We recently became aware that our fancy HP workgroup printers which can copy a document and email the result as pdf to a set of email addresses only creates image pdf’s. None of the text in the pdf is searchable. After some investigation, we discovered that we needed to install the HP Digital Sending Software and let it perform OCR post-processing on the image pdf that was created by the printer.
This works all well and good, except that the HP Digital Sending Software places the OCR’ed file in a single configurable folder on the Print Server’s local disk . You might be wondering: “What’s the problem with that? Just share the folder to all users and be done with it.” Well, my answer is: “Not so fast. Much of the material being scanned is confidential and should not be placed where an unauthorized user might be able to access it.”

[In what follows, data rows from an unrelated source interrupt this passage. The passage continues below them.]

import { type LocalClock, localClock } from '../timeline/local-clock.ts'
import { clockText } from './windows/clock-windows.ts'

const MONTHS = ['Jan', 'Feb', 'Mar', 'Apr', 'May', 'Jun', 'Jul', 'Aug', 'Sep', 'Oct', 'Nov', 'Dec'] as const
const DAY_MS = 86_400_000
const INSTANT = /\d{4}-\d{2}-\d{2}T\d{2}:\d{2}:\d{2}(?:\.\d+)?Z/g

/** An instant on the site's clock, for sentences: `20 Nov 06:09:55`. */
export function localText(clock: LocalClock, ms: number): string {
  const date = new Date(clock.dayNumber(ms) * DAY_MS)
  const seconds = String(Math.floor(ms / 1_000) % 60).padStart(2, '0')
  return `${date.getUTCDate()} ${MONTHS[date.getUTCMonth()]} ${clockText(Math.floor(clock.minuteOfDay(ms)))}:${seconds}`
}

/** A text with every RFC 3339 instant in it written on the clock of the zone. */
export function withLocalTimes(text: string, zone: string): string {
  const clock = localClock(zone)
  return text.replace(INSTANT, (instant) => localText(clock, Date.parse(instant)))
}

After further analysis of how the HP Digital Sending Software works, we determined that for every document scanned there are 2 files being created. One is the OCR’ed pdf file and the other is an informational xml file. The xml file contains the information that the user provided during the scan. This gave us access to the “from email address”, “to email address(es)”, and the OCR’ed pdf file name.

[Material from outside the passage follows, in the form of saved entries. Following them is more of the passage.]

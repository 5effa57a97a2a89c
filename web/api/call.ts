import type { Problem } from '../../core/contract/problem.ts'
import { words } from '../words.ts'

/** Why a call did not work out: the server's own words where it gave any. `status` 0 means that nothing answered. */
export class CallError extends Error {
  readonly status: number
  readonly problem: Problem | null

  constructor(status: number, message: string, problem: Problem | null = null) {
    super(message)
    this.name = 'CallError'
    this.status = status
    this.problem = problem
  }
}

export interface CallOptions {
  readonly method?: 'GET' | 'POST' | 'DELETE'
  readonly body?: unknown
  readonly signal?: AbortSignal | undefined
}

/**
 * Calls the public API and gives the JSON of its answer (undefined for 204). Calls that change something carry the
 * header that another site's form cannot set.
 * @throws {CallError} for every answer that is no success, and when nothing answers
 */
export async function call<T>(path: string, options: CallOptions = {}): Promise<T> {
  const method = options.method ?? 'GET'
  const headers = new Headers({ accept: 'application/json, application/problem+json' })
  if (method !== 'GET') headers.set('x-leaktide', 'page')
  const init: RequestInit = { method, headers, credentials: 'same-origin' }
  if (options.body !== undefined) {
    headers.set('content-type', 'application/json')
    init.body = JSON.stringify(options.body)
  }
  if (options.signal) init.signal = options.signal
  const answer = await fetch(`/api${path}`, init).catch((error: unknown) => {
    if (isAbort(error)) throw error
    throw new CallError(0, words.trouble.unreachable)
  })
  if (answer.status === 204) return undefined as T
  const body: unknown = await answer.json().catch((error: unknown) => {
    // given up, or the network went, while the body came: no answer at all, never an empty one
    if (isAbort(error)) throw error
    if (answer.ok) throw new CallError(0, words.trouble.unreachable)
    return null
  })
  if (answer.ok) return body as T
  const problem = isProblem(body) ? body : null
  throw new CallError(answer.status, problem?.detail ?? words.trouble.status(answer.status), problem)
}

/** True for the rejection of a call that the page itself gave up. */
export function isAbort(error: unknown): boolean {
  return error instanceof DOMException && error.name === 'AbortError'
}

function isProblem(body: unknown): body is Problem {
  return typeof body === 'object' && body !== null && 'detail' in body && 'title' in body
}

With this information, it was pretty straight forward to write a FileWatcher service in C# that would:
- Handle the file changed events events with a filter on “*.xml” files.
I initially thought that I would be processing a file created event, but the HP software creates the xml file, then updates it.
- Generate an email from the “from email address” to the “to email address(es)” with the OCR’ed pdf file as an attachment.
- Delete the processed xml and pdf files from the folder.
It was pretty easy to plug this gap. However, without our little “gap filler” the HP Digital Sending Software is just technology and not a solution for a Company. I wonder why HP doesn’t provide tools with their Digital Sending Software to perform this function already?